Almost a year ago I wrote an article about congestion bottlenecks in Brocade switches. I said you should avoid them, because they mean that you probably have no redundancy because of too much workload or you don't use it properly. You can use the bottleneckmon to detect them. On the other hand I cared much more about latency bottlenecks, often caused by slow drain devices and their implications. And so I do today.
Well...stop! Didn't you talk about congestion bottlenecks?

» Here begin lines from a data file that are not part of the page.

class RawClient:
    """A control client that can send anything."""

    def __init__(self, server, kind=zmq.DEALER):
        self.context = zmq.Context()
        self.socket = self.context.socket(kind)
        for option in (zmq.SNDTIMEO, zmq.RCVTIMEO):
            self.socket.setsockopt(option, int(1000 * PATIENCE_S))
        self.socket.connect(server.server.endpoints()["control"])

    def __enter__(self):
        return self

    def __exit__(self, *_):
        self.context.destroy(linger=0)

    def send(self, *frames):
        self.socket.send_multipart(frames)

    def receive(self):
        assert self.socket.poll(1000 * PATIENCE_S), "no answer came"
        return msgpack.unpackb(self.socket.recv_multipart()[-1])

    def tell(self, *frames):
        self.send(*frames)
        return self.receive()


def nested(depth, inside=b"\xc0"):
    """Arrays in arrays, as bytes."""
    return b"\x91" * depth + inside


def in_map(value: bytes, verb: str = "set", key: str = "value") -> bytes:
    """A request whose one argument is these bytes."""
    return b"\x82" + msgpack.packb("verb") + msgpack.packb(verb) + msgpack.packb(key) + value


NO_REQUESTS = {
    "empty": b"",
    "nil": b"\xc0",
    "not MessagePack": b"\xc1",
    "text": b"status",
    "json": b'{"verb": "status"}',
    "cut short": msgpack.packb({"verb": "status"})[:-1],
    "too long": msgpack.packb({"verb": "status"}) + b"\x00",
    "array": msgpack.packb(["status"]),
    "number keys": msgpack.packb({1: "status"}),
    "nil key": msgpack.packb({None: 1, "verb": "status"}),
    "list key": b"\x81\x90\x01",
    "map key": b"\x81\x80\x01",
    "binary keys": msgpack.packb({b"verb": "status"}),
    "a binary verb": msgpack.packb({"verb": b"status"}),
    "ext": msgpack.packb(msgpack.ExtType(5, b"verb")),
    "an ext verb": msgpack.packb({"verb": msgpack.ExtType(1, b"x")}),
    "a timestamp": msgpack.packb(msgpack.Timestamp(1, 5)),
    "a timestamp verb": msgpack.packb({"verb": msgpack.Timestamp(2**40)}),
    "a bad timestamp": b"\xd7\xff" + b"\xff" * 8,
    "no such verb": msgpack.packb({"verb": "fire"}),
    "a long verb": msgpack.packb({"verb": "x" * 500_000}),
    "bad UTF-8": b"\x81\xa4verb\xa2\xff\xfe",
    "a surrogate": b"\x81\xa4verb\xa3\xed\xa0\x80",
    "deep": nested(500),
    "deeper": nested(1000),
    "deepest": nested(100_000),
    "deep in a value": in_map(nested(900)),
    "deeper in a value": in_map(nested(1010)),
    "deep in a cell": in_map(nested(1000), "swap", "cell"),
    "deep in a text": in_map(nested(1000), "mark", "text"),
    "a giant array": b"\xdd\xff\xff\xff\xff",
    "a giant map": b"\xdf\xff\xff\xff\xff",
    "a giant text": b"\xdb\xff\xff\xff\xffx",
    "a timestamp value": in_map(msgpack.packb(msgpack.Timestamp(1))),
    "a wide value": in_map(b"\xcf" + b"\xff" * 8),
    "a NaN": in_map(b"\xcb\x7f\xf8" + bytes(6)),
    "a NaN in single": in_map(b"\xca\x7f\xc0\x00\x00"),
    "megabyte": msgpack.packb({"verb": "mark", "text": "x" * 900_000}),
    "megabyte argument": msgpack.packb({"verb": "status", "x" * 900_000: 1}),
}


@pytest.mark.parametrize("kind", NO_REQUESTS)
def test_what_is_no_request_is_refused(server, kind):
    """It is answered with ok false and a short reason, and the server lives on."""
    with RawClient(server) as client:
        answer = client.tell(NO_REQUESTS[kind])
        assert answer["ok"] is False
        assert 0 < len(answer["error"]) < 1000
        assert client.tell(msgpack.packb({"verb": "status"}))["ok"] is True
    assert server.control.status()["state"] == "idle"


def test_a_req_is_answered_too(server):
    """A REQ socket gets its answers in turn, refusals included."""
    with RawClient(server, zmq.REQ) as client:
        for _ in range(3):
            assert client.tell(msgpack.packb({"verb": "status"}))["ok"]
            assert client.tell(b"\xc1")["ok"] is False
            assert client.tell(b"")["ok"] is False
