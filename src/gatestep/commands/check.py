"""``gatestep check RIG.toml``: files, host and the loop's bound, before anything is armed."""

from __future__ import annotations

import json
import math
from collections.abc import Callable
from dataclasses import dataclass
from pathlib import Path
from typing import TYPE_CHECKING, Any

from ..errors import GatestepError
from ..hostfacts import Finding, Host, Verdict, host_findings
from ..remedies import SYSTEM

if TYPE_CHECKING:
    from ..config import LoadedRig
    from ..library import LoadedModel
    from ..specs import CellSpec
    from ..tables import Tables

DELAY_TICKS = {"next-tick": 1.0, "on-arrival": 0.5}
"""From a sample to its current's start, in ticks, as ``loop.apply`` lets it be."""

SHORTEST_TICK_US = 5.0
"""The shortest ``loop.interval_us`` that a rig file may have."""

_TABLES_MATTER = "The loop follows a model's tables, not its formulas."
_BOUND_MATTERS = (
    "Beyond the bound the loop itself rings, on a cell that is a capacitance alone; "
    "gates seldom all open at once, so this is the worst case."
)
_LOOKS = {"ok": "green", "weak": "yellow", "missing": "bold red"}


@dataclass(frozen=True)
class Checked:
    """A rig file, and the model of each cell where it could be used."""

    rig: LoadedRig
    models: list[LoadedModel | None]
    files: list[Finding]


@dataclass(frozen=True)
class Section:
    """One part of the check: its key in JSON, its heading, what was found."""

    key: str
    heading: str
    findings: list[Finding]


def check(rig_file: Path, json_output: bool) -> int:
    """Check a rig file, its models and the host; the exit status is 1 for faulty files.

    Raises
    ------
    FileError
        When the rig file itself cannot be used.
    """
    checked = read_files(rig_file)
    sections = [make(checked) for make in SECTIONS]
    if json_output:
        print(json.dumps(_as_json(checked.rig, sections), ensure_ascii=False))
    else:
        _print(checked.rig, [section for section in sections if section.findings])
    return int(any(model is None for model in checked.models))


def read_files(rig_file: Path) -> Checked:
    """Read a rig file and its models, tables included.

    Raises
    ------
    FileError
        When the rig file itself cannot be used.
    """
    from ..config import load_rig

    rig = load_rig(rig_file)
    loop = rig.spec.loop
    shown = (
        f"{rig.path}: tick {loop.interval_us:g} µs, budget {loop.budget:g} µs, "
        f"{loop.apply}, {len(rig.spec.cell)} cell{'s' * (len(rig.spec.cell) > 1)}"
    )
    findings = [Finding("rig file", "ok", shown, "It says what the loop does, and its limits.")]
    models = []
    for cell in rig.spec.cell:
        model, finding = _read_model(cell, rig)
        models.append(model)
        findings.append(finding)
    return Checked(rig, models, findings)


def _read_model(cell: CellSpec, rig: LoadedRig) -> tuple[LoadedModel | None, Finding]:
    """A cell's model with its tables built, and what there is to say of it."""
    from ..library import load_model
    from ..tables import build_tables

    try:
        model = load_model(cell.model, relative_to=rig.folder)
        tables = build_tables(model.spec)
    except GatestepError as fault:
        remedy = f"mend it, or choose another (gatestep models): [[cell]] {cell.name}, model"
        name = f"model of {cell.name}"
        return None, Finding(name, "missing", str(fault), _TABLES_MATTER, remedy)
    return model, _describe(cell, model, tables)


def _describe(cell: CellSpec, model: LoadedModel, tables: Tables) -> Finding:
    """Where a cell's model comes from, how sure it is, and how well its tables hold."""
    from ..library import shipped_folder

    error = max((max(r.inf_error, r.rate_error) for r in tables.reports), default=0.0)
    shipped = model.path.parent == shipped_folder()
    gates = len(tables.reports)
    shown = (
        f"{model.name} ({'shipped' if shipped else 'own file'}, {model.path}): "
        f"{gates} gate{'s' * (gates != 1)}, largest table error {error:.1e} of full scale, "
        f"confidence {model.spec.confidence}"
    )
    more = {
        "cell": cell.name,
        "model": model.name,
        "path": str(model.path),
        "shipped": shipped,
        "sha256": model.sha256,
        "table_error": error,
        "table_sha256": tables.sha256,
    }
    unsure = model.spec.confidence == "uncertain"
    remedy = f"read its caveats: {model.path}" if unsure else None
    verdict: Verdict = "weak" if unsure else "ok"
    return Finding(f"model of {cell.name}", verdict, shown, _TABLES_MATTER, remedy, more)


def files_section(checked: Checked) -> Section:
    """The rig file and the models."""
    return Section("files", "Files", checked.files)


def host_section(checked: Checked) -> Section:
    """The host, a real-time policy tried on a thread included."""
    from .. import hosttune

    asked = checked.rig.spec.host
    refused = None
    if hosttune.LINUX:
        policy = asked.policy if asked.real_time else "fifo"
        refused = hosttune.try_policy(policy, asked.priority)
    return Section("host", "Host", host_findings(Host(SYSTEM, asked, refused)))


def bound_section(checked: Checked) -> Section:
    """How much conductance the plain loop carries, for each cell of known capacitance."""
    loop = checked.rig.spec.loop
    found = [
        bound_finding(cell, model, loop.interval_us, loop.apply)
        for cell, model in zip(checked.rig.spec.cell, checked.models, strict=True)
        if model is not None and cell.capacitance_pf is not None
    ]
    return Section("bound", "Conductance that the plain loop carries", found)


SECTIONS: tuple[Callable[[Checked], Section], ...] = (files_section, host_section, bound_section)
"""The parts of the check, in order; each makes its findings from what was read."""


def plain_bound_ns(capacitance_pf: float, interval_us: float, delay_ticks: float) -> float:
    """Largest conductance in nS that a loop without anticipation holds on a capacitance.

    The current of a sample starts ``delay_ticks`` after it, in [0, 1], and is held for
    one tick. With a = g·dt/C the voltage from tick to tick follows
    z**2 - (1 - a·(1 - d))·z + a·d, stable (Jury's test) while a < 1/d and, for
    d < 1/2, a < 2/(1 - 2·d).
    """
    largest = math.inf if delay_ticks == 0 else 1.0 / delay_ticks
    if delay_ticks < 0.5:
        largest = min(largest, 2.0 / (1.0 - 2.0 * delay_ticks))
    return largest * capacitance_pf / (interval_us * 1e-3)


def bound_finding(cell: CellSpec, model: LoadedModel, interval_us: float, apply: str) -> Finding:
    """A model's largest possible conductance beside what the loop carries on its cell."""
    assert cell.capacitance_pf is not None
    delay = DELAY_TICKS[apply]
    bound_ns = plain_bound_ns(cell.capacitance_pf, interval_us, delay)
    largest_ns = sum(abs(c.gmax_ns) for c in model.spec.conductance)
    share = largest_ns / bound_ns
    verdict: Verdict = "ok" if share <= 0.5 else "weak" if share <= 1.0 else "missing"
    assumed = "" if apply == "next-tick" else ", taking on-arrival for half a tick of delay"
    shown = (
        f"{model.name} with every gate open {largest_ns:.4g} nS; the loop carries "
        f"{bound_ns:.4g} nS on {cell.capacitance_pf:g} pF at {interval_us:g} µs{assumed}"
    )
    more = {
        "cell": cell.name,
        "bound_ns": bound_ns,
        "largest_ns": largest_ns,
        "delay_ticks": delay,
    }
    remedy = None if verdict == "ok" else _smaller_share(interval_us, share)
    return Finding(f"cell {cell.name}", verdict, shown, _BOUND_MATTERS, remedy, more)


def _smaller_share(interval_us: float, share: float) -> str:
    """What brings a model's largest conductance to half the bound."""
    half_us = interval_us * 0.5 / share
    smaller = f"smaller gmax_ns in the model, {0.5 / share:.2g} times what they are"
    if half_us < SHORTEST_TICK_US:
        return smaller
    return f"loop.interval_us = {half_us:.3g}, and the rig's clock with it; or {smaller}"


def _as_json(rig: LoadedRig, sections: list[Section]) -> dict[str, Any]:
    plain = {
        section.key: [
            {
                "name": f.name,
                "verdict": f.verdict,
                "found": f.found,
                "why": f.why,
                "remedy": f.remedy,
                **f.more,
            }
            for f in section.findings
        ]
        for section in sections
    }
    return {"rig": str(rig.path), **plain}


def _print(rig: LoadedRig, sections: list[Section]) -> None:
    """A table for each section; remedies below, on lines of their own to copy from."""
    from rich.console import Console
    from rich.table import Table
    from rich.text import Text

    console = Console(highlight=False, markup=False)
    for section in sections:
        table = Table(box=None, pad_edge=False, title=section.heading, title_justify="left")
        table.add_column("verdict", no_wrap=True)
        table.add_column("what", overflow="fold")
        table.add_column("found, and why it matters", overflow="fold")
        for f in section.findings:
            found = Text.assemble(f.found, "\n", (f.why, "dim"))
            table.add_row(Text(f.verdict, _LOOKS[f.verdict]), f.name, found)
        console.print(table)
        console.print()
    remedies = [f for section in sections for f in section.findings if f.remedy]
    if remedies:
        console.print("What would better it:")
    for f in remedies:
        console.print(f"  {f.name}: {f.remedy}", soft_wrap=True)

Yes! Today I want to explain how a congestion bottleneck could cause the exact same symptoms on the devices like a latency bottleneck - and exactly the same performance degradations. This is how it happens. In the middle you see a SAN director with 2 portcards and 2 core cards. While the devices are connected to the portcards, the core cards provide the backend connections between them. They are internally connected via the backplane. So for example host 1's way over there to the storage array A would traverse the portcard, then one of the both core cards and leaves the other portcard until it reaches storage array A. It could even be that two devices connected to the same portcard have to go over the core cards, because so called local switching is only done within an ASIC and a portcard could have more than one depending on the number of ports.
Now please meet host 2. Host 2 is a wonderful modern server. One of the work horses of the datacenter. It's fully packed with virtual machines, but its many cores and memory, as well as its state-of-the-art HBA, provide enough horsepower to cope with the workload. This baby is more than capable to do the work and it's in no way a slow drain device. It's zoned and mapped to the storage arrays A, B, C and D and it uses them heavily, mostly for read operations. The green tiny bars are read requests and as you see in the next picture it sends them to all of them, all of the time.
Of course the other hosts send requests, too, but let's focus on our diligent host 2. Yes, the pictures are too simplistic, but I'm sure you'll get the point. On the next one you see the first responses flowing back to host 2. Communicating with several storage arrays the link towards host 2 is used heavily, but host 2 is processing the incoming frames quickly and gives buffer credits back to the switch in proper time. So far so good.
But the more and longer the link utilization is very high, the more likely the following will happen if you enabled bottleneckmon with alerting:
2013/09/07-12:07:11, [AN-1004], 7002, SLOT 7 | FID 128, WARNING, FAB1DOM5, Slot 2, port 14 is a congestion bottleneck. 99.67 percent of last 300 seconds were affected by this condition.
If you didn't enable bottleneckmon, the congestion bottleneck would still be there... you just wouldn't know it.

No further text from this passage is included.